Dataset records
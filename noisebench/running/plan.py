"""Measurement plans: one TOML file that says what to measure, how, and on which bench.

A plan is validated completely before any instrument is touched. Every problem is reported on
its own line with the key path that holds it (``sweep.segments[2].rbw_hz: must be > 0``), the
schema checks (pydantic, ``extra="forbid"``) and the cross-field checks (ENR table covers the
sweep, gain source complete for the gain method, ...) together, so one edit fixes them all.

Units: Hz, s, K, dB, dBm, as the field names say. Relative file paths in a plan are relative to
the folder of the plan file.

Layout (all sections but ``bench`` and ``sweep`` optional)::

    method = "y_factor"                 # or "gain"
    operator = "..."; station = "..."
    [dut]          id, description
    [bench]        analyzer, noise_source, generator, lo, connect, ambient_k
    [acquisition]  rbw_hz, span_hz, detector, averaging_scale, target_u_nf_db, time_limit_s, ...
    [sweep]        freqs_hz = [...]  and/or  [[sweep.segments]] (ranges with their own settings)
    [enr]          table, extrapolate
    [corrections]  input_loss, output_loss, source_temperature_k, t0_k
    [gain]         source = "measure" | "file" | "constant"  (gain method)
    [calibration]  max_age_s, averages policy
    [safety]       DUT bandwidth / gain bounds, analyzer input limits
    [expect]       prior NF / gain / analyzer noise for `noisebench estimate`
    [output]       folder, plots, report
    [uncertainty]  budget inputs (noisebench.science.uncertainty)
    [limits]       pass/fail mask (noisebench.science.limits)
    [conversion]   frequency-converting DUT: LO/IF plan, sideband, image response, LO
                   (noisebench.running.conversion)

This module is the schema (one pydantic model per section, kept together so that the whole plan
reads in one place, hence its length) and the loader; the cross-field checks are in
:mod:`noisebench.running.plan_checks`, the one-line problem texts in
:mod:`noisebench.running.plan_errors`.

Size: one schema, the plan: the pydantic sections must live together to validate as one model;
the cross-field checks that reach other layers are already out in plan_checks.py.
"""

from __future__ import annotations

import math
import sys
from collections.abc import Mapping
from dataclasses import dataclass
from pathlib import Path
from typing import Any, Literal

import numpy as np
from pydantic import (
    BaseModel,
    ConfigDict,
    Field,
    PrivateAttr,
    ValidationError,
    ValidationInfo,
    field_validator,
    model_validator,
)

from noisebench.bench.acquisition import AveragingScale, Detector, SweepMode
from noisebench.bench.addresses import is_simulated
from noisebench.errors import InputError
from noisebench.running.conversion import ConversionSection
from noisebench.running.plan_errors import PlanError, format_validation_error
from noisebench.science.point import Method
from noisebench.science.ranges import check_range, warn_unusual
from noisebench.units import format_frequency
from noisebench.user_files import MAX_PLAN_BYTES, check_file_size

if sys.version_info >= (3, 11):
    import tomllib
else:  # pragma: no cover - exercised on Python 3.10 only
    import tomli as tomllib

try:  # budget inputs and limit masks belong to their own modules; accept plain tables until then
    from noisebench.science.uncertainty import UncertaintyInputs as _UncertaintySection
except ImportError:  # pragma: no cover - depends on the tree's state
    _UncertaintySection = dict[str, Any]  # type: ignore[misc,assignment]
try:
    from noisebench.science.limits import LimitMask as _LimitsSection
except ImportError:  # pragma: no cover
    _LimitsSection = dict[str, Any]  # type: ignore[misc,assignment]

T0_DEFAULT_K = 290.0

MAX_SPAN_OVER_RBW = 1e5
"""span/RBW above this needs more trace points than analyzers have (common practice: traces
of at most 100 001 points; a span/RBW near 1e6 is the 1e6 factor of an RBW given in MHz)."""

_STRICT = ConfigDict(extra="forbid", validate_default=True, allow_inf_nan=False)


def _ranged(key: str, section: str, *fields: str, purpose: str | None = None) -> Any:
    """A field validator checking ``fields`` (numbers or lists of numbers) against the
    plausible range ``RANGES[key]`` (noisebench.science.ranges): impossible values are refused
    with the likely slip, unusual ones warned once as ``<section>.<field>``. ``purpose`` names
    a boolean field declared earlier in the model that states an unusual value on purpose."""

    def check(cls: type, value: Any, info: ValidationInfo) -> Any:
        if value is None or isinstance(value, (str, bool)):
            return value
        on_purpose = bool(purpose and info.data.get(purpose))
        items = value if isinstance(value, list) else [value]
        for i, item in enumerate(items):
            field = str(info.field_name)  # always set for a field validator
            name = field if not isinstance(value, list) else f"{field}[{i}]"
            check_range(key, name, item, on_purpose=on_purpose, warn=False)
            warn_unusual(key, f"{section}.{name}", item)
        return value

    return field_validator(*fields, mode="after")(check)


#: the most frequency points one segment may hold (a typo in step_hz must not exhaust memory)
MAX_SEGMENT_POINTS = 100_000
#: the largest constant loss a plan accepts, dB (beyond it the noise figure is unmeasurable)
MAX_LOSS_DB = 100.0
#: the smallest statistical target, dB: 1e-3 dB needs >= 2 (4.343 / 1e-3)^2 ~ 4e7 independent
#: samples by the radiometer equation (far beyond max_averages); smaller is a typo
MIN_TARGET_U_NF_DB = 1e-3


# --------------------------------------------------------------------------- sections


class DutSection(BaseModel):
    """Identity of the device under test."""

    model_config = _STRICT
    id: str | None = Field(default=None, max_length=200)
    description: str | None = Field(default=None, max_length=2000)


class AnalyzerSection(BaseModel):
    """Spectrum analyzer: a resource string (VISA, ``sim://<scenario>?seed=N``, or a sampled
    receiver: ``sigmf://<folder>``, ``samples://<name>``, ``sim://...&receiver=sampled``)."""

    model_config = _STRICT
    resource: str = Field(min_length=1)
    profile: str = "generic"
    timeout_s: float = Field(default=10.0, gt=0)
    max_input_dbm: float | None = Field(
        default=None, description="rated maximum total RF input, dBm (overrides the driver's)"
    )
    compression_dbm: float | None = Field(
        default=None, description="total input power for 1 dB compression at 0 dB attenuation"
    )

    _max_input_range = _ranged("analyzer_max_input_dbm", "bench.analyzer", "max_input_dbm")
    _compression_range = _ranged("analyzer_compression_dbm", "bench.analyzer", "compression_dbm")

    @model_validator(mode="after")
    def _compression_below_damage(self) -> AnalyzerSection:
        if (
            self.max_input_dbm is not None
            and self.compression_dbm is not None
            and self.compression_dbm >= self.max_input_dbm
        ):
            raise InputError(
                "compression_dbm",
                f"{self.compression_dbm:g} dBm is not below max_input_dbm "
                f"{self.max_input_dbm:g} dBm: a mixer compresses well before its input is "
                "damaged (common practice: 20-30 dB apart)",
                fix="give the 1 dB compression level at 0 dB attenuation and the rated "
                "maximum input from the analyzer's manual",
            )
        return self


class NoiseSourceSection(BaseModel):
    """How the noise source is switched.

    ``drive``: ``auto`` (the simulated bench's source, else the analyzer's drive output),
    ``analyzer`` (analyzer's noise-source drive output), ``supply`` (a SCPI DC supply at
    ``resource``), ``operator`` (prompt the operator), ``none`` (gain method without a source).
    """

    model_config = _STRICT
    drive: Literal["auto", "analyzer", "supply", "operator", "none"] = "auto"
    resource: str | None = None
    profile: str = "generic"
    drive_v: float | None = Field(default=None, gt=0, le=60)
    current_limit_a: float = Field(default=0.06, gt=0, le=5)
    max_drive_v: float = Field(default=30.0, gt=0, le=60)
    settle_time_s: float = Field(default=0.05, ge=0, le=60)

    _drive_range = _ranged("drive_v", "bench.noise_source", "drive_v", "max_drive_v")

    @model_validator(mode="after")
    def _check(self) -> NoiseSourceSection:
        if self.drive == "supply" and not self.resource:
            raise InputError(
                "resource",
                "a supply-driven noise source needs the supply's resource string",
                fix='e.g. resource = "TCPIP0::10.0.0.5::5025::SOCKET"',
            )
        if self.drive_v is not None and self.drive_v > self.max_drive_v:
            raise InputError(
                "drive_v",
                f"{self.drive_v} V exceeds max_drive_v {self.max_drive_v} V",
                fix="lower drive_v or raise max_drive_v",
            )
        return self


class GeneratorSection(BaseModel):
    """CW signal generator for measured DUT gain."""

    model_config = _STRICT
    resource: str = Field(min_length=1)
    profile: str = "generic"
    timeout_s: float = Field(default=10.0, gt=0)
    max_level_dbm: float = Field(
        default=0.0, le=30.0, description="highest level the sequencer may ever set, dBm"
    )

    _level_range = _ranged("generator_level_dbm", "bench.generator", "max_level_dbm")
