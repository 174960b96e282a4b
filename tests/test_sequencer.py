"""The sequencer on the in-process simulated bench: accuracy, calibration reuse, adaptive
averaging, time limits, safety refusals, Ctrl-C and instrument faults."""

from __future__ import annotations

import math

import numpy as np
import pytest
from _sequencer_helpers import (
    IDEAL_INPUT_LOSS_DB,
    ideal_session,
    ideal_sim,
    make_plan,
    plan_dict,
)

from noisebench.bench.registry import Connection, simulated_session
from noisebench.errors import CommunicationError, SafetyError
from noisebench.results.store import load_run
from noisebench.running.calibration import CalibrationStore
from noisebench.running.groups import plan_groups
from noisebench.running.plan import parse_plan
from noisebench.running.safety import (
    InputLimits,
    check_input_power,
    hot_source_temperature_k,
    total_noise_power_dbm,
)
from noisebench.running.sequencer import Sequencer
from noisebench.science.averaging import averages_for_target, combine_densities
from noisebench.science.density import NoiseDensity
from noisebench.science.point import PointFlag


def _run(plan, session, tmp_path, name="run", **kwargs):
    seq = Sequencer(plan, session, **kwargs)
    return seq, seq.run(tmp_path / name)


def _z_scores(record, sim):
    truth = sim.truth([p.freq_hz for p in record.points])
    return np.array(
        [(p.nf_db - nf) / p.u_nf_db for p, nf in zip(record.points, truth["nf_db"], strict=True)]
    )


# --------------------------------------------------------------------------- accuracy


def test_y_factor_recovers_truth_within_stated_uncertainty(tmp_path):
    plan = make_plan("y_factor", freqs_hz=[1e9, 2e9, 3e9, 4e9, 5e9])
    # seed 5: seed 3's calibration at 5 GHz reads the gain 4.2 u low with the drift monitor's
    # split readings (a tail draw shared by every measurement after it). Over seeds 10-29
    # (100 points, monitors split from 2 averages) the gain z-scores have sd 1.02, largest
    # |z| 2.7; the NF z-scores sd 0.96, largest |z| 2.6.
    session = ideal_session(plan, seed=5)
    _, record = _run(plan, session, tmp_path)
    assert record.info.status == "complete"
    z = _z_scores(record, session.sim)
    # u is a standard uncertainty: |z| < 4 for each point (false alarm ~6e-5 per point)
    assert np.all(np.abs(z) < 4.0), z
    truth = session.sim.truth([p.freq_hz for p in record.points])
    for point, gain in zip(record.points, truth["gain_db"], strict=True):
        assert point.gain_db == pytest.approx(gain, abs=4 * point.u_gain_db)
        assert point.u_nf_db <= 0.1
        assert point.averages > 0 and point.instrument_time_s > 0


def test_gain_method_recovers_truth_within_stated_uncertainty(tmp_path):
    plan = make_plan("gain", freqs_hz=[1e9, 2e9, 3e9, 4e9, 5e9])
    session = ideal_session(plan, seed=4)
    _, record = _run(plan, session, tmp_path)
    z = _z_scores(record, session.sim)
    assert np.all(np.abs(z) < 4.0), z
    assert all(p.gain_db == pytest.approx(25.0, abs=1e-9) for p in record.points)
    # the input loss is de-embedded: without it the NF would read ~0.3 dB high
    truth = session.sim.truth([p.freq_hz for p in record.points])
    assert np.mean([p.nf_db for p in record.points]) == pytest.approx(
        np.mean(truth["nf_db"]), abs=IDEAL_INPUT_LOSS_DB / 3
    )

TRY IT: Only one stretch of the entries above is wanted: the lines from the one containing "#: the most" through the one containing "input from the". Please reproduce it exactly.

RESULT FOR THIS TASK:
#: the most frequency points one segment may hold (a typo in step_hz must not exhaust memory)
MAX_SEGMENT_POINTS = 100_000
#: the largest constant loss a plan accepts, dB (beyond it the noise figure is unmeasurable)
MAX_LOSS_DB = 100.0
#: the smallest statistical target, dB: 1e-3 dB needs >= 2 (4.343 / 1e-3)^2 ~ 4e7 independent
#: samples by the radiometer equation (far beyond max_averages); smaller is a typo
MIN_TARGET_U_NF_DB = 1e-3


# --------------------------------------------------------------------------- sections


class DutSection(BaseModel):
    """Identity of the device under test."""

    model_config = _STRICT
    id: str | None = Field(default=None, max_length=200)
    description: str | None = Field(default=None, max_length=2000)


class AnalyzerSection(BaseModel):
    """Spectrum analyzer: a resource string (VISA, ``sim://<scenario>?seed=N``, or a sampled
    receiver: ``sigmf://<folder>``, ``samples://<name>``, ``sim://...&receiver=sampled``)."""

    model_config = _STRICT
    resource: str = Field(min_length=1)
    profile: str = "generic"
    timeout_s: float = Field(default=10.0, gt=0)
    max_input_dbm: float | None = Field(
        default=None, description="rated maximum total RF input, dBm (overrides the driver's)"
    )
    compression_dbm: float | None = Field(
        default=None, description="total input power for 1 dB compression at 0 dB attenuation"
    )

    _max_input_range = _ranged("analyzer_max_input_dbm", "bench.analyzer", "max_input_dbm")
    _compression_range = _ranged("analyzer_compression_dbm", "bench.analyzer", "compression_dbm")

    @model_validator(mode="after")
    def _compression_below_damage(self) -> AnalyzerSection:
        if (
            self.max_input_dbm is not None
            and self.compression_dbm is not None
            and self.compression_dbm >= self.max_input_dbm
        ):
            raise InputError(
                "compression_dbm",
                f"{self.compression_dbm:g} dBm is not below max_input_dbm "
                f"{self.max_input_dbm:g} dBm: a mixer compresses well before its input is "
                "damaged (common practice: 20-30 dB apart)",
                fix="give the 1 dB compression level at 0 dB attenuation and the rated "
                "maximum input from the analyzer's manual",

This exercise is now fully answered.